TASK DESCRIPTION - Quote the records below word for word, please, from the very first line through the one that contains "Parse(Header + string.Concat(lines.Select(l", and nothing beyond it.

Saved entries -
━━━━━━━━━━━━━━━━━━━━━━━━━━━━━━

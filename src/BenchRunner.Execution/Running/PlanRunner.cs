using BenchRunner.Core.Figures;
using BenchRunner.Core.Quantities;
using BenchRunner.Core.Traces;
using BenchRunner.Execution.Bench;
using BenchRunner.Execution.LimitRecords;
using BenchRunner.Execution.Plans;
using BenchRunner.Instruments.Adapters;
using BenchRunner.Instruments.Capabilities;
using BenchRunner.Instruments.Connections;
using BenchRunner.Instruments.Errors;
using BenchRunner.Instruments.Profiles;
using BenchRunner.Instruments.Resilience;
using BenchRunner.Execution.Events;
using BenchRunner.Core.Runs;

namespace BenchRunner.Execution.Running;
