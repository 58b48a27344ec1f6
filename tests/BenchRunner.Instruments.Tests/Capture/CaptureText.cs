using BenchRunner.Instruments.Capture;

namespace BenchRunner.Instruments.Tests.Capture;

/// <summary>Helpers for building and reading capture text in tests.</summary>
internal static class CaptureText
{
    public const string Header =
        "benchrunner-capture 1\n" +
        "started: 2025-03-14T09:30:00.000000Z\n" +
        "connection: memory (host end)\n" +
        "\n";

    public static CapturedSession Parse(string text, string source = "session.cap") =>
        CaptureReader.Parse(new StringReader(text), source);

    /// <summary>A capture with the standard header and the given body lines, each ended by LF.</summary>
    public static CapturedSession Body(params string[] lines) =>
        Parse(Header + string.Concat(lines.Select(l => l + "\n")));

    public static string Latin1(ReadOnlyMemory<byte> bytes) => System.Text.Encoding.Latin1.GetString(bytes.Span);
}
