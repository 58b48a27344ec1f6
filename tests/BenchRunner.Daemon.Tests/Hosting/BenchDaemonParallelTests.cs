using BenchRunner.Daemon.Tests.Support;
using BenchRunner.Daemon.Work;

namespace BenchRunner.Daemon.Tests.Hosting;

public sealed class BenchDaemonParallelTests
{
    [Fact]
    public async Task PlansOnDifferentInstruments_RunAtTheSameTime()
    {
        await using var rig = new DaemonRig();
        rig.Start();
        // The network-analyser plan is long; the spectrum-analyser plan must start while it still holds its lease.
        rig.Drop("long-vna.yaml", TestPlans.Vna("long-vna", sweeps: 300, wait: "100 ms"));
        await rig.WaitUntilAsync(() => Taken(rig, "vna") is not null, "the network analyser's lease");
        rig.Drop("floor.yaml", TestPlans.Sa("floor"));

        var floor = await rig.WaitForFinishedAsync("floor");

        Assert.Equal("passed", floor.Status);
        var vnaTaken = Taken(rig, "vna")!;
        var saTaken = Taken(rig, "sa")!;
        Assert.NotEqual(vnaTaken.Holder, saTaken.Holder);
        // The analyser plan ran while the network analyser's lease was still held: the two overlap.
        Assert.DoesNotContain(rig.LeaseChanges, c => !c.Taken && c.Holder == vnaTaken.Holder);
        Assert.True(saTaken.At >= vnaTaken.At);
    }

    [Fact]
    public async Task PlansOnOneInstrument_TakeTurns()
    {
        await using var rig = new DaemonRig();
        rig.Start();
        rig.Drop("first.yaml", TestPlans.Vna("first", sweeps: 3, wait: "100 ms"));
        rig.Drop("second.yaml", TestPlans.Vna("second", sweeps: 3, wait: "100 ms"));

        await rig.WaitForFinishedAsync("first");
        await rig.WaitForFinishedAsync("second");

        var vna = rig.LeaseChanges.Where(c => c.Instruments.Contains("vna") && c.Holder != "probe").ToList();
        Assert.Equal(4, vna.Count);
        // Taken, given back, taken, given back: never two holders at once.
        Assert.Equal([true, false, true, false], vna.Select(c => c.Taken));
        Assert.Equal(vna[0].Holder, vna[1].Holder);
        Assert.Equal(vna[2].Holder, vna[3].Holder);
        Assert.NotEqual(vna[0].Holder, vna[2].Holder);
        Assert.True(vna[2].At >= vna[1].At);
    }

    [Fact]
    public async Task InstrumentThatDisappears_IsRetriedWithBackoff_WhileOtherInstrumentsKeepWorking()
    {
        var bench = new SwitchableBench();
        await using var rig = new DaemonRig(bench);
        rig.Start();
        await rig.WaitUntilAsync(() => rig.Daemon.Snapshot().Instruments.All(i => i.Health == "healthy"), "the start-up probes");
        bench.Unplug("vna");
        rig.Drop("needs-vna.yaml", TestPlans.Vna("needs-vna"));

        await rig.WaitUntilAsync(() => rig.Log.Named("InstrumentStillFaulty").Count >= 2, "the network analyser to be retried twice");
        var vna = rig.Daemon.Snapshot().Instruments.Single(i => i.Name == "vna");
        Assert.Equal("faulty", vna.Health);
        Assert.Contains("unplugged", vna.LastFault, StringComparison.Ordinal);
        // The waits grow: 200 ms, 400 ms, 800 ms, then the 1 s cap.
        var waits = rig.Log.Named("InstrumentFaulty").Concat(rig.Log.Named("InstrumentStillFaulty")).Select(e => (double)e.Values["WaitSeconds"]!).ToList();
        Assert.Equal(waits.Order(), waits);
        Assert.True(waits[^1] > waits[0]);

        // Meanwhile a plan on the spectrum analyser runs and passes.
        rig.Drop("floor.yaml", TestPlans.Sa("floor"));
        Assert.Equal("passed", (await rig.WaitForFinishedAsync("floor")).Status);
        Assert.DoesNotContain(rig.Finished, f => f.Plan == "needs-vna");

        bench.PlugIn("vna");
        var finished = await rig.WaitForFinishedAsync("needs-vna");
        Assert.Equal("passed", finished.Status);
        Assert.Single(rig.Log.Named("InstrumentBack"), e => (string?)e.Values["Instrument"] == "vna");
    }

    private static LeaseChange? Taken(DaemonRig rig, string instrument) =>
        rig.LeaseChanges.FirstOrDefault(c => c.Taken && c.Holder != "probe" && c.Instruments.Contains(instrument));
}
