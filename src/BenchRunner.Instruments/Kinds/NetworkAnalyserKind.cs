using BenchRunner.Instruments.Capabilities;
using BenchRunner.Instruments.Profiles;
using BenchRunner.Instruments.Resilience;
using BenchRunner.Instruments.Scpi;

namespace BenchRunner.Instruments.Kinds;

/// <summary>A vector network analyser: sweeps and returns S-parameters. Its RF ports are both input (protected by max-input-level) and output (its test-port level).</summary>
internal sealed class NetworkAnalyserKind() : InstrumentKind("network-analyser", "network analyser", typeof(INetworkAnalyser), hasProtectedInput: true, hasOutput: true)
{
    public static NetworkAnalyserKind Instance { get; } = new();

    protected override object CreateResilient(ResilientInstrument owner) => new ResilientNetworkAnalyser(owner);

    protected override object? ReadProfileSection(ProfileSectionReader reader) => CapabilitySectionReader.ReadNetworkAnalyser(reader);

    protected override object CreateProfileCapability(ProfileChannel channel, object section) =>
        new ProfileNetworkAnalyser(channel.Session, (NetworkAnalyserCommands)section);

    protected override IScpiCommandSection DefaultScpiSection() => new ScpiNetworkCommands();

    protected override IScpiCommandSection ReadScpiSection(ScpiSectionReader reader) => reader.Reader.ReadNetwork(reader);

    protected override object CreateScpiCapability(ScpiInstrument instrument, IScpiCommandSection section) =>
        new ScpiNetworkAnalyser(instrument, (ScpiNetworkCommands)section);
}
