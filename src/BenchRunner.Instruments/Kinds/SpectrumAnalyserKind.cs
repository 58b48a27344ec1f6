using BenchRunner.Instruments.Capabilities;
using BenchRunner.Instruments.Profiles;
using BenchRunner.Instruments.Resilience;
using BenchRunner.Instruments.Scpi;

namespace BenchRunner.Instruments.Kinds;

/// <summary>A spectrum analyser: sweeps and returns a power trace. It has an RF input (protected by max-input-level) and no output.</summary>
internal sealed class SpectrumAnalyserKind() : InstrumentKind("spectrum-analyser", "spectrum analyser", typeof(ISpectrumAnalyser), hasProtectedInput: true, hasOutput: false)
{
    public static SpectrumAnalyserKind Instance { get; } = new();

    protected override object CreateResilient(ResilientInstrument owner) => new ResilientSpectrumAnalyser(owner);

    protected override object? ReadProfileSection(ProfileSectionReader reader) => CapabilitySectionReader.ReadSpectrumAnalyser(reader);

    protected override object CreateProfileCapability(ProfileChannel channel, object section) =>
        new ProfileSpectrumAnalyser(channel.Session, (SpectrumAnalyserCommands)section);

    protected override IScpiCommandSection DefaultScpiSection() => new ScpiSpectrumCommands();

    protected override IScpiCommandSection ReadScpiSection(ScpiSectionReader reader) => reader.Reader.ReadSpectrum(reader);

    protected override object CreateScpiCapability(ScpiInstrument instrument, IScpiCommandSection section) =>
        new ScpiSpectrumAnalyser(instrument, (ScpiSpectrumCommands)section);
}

━━━━━━━━━━━━━━━━━━━━━━━━━━━━━━

TASK OUTPUT -
filename src/BenchRunner.Execution/Running/PlanRunner.cs
using BenchRunner.Core.Figures;
using BenchRunner.Core.Quantities;
using BenchRunner.Core.Traces;
using BenchRunner.Execution.Bench;
using BenchRunner.Execution.LimitRecords;
using BenchRunner.Execution.Plans;
using BenchRunner.Instruments.Adapters;
using BenchRunner.Instruments.Capabilities;
using BenchRunner.Instruments.Connections;
using BenchRunner.Instruments.Errors;
using BenchRunner.Instruments.Profiles;
using BenchRunner.Instruments.Resilience;
using BenchRunner.Execution.Events;
using BenchRunner.Core.Runs;

namespace BenchRunner.Execution.Running;
repository 58b48a27344ec1f6
filename tests/BenchRunner.Instruments.Tests/Capture/CaptureText.cs
using BenchRunner.Instruments.Capture;

namespace BenchRunner.Instruments.Tests.Capture;

/// <summary>Helpers for building and reading capture text in tests.</summary>
internal static class CaptureText
{
    public const string Header =
        "benchrunner-capture 1\n" +
        "started: 2025-03-14T09:30:00.000000Z\n" +
        "connection: memory (host end)\n" +
        "\n";

    public static CapturedSession Parse(string text, string source = "session.cap") =>
        CaptureReader.Parse(new StringReader(text), source);

    /// <summary>A capture with the standard header and the given body lines, each ended by LF.</summary>
    public static CapturedSession Body(params string[] lines) =>
        Parse(Header + string.Concat(lines.Select(l => l + "\n")));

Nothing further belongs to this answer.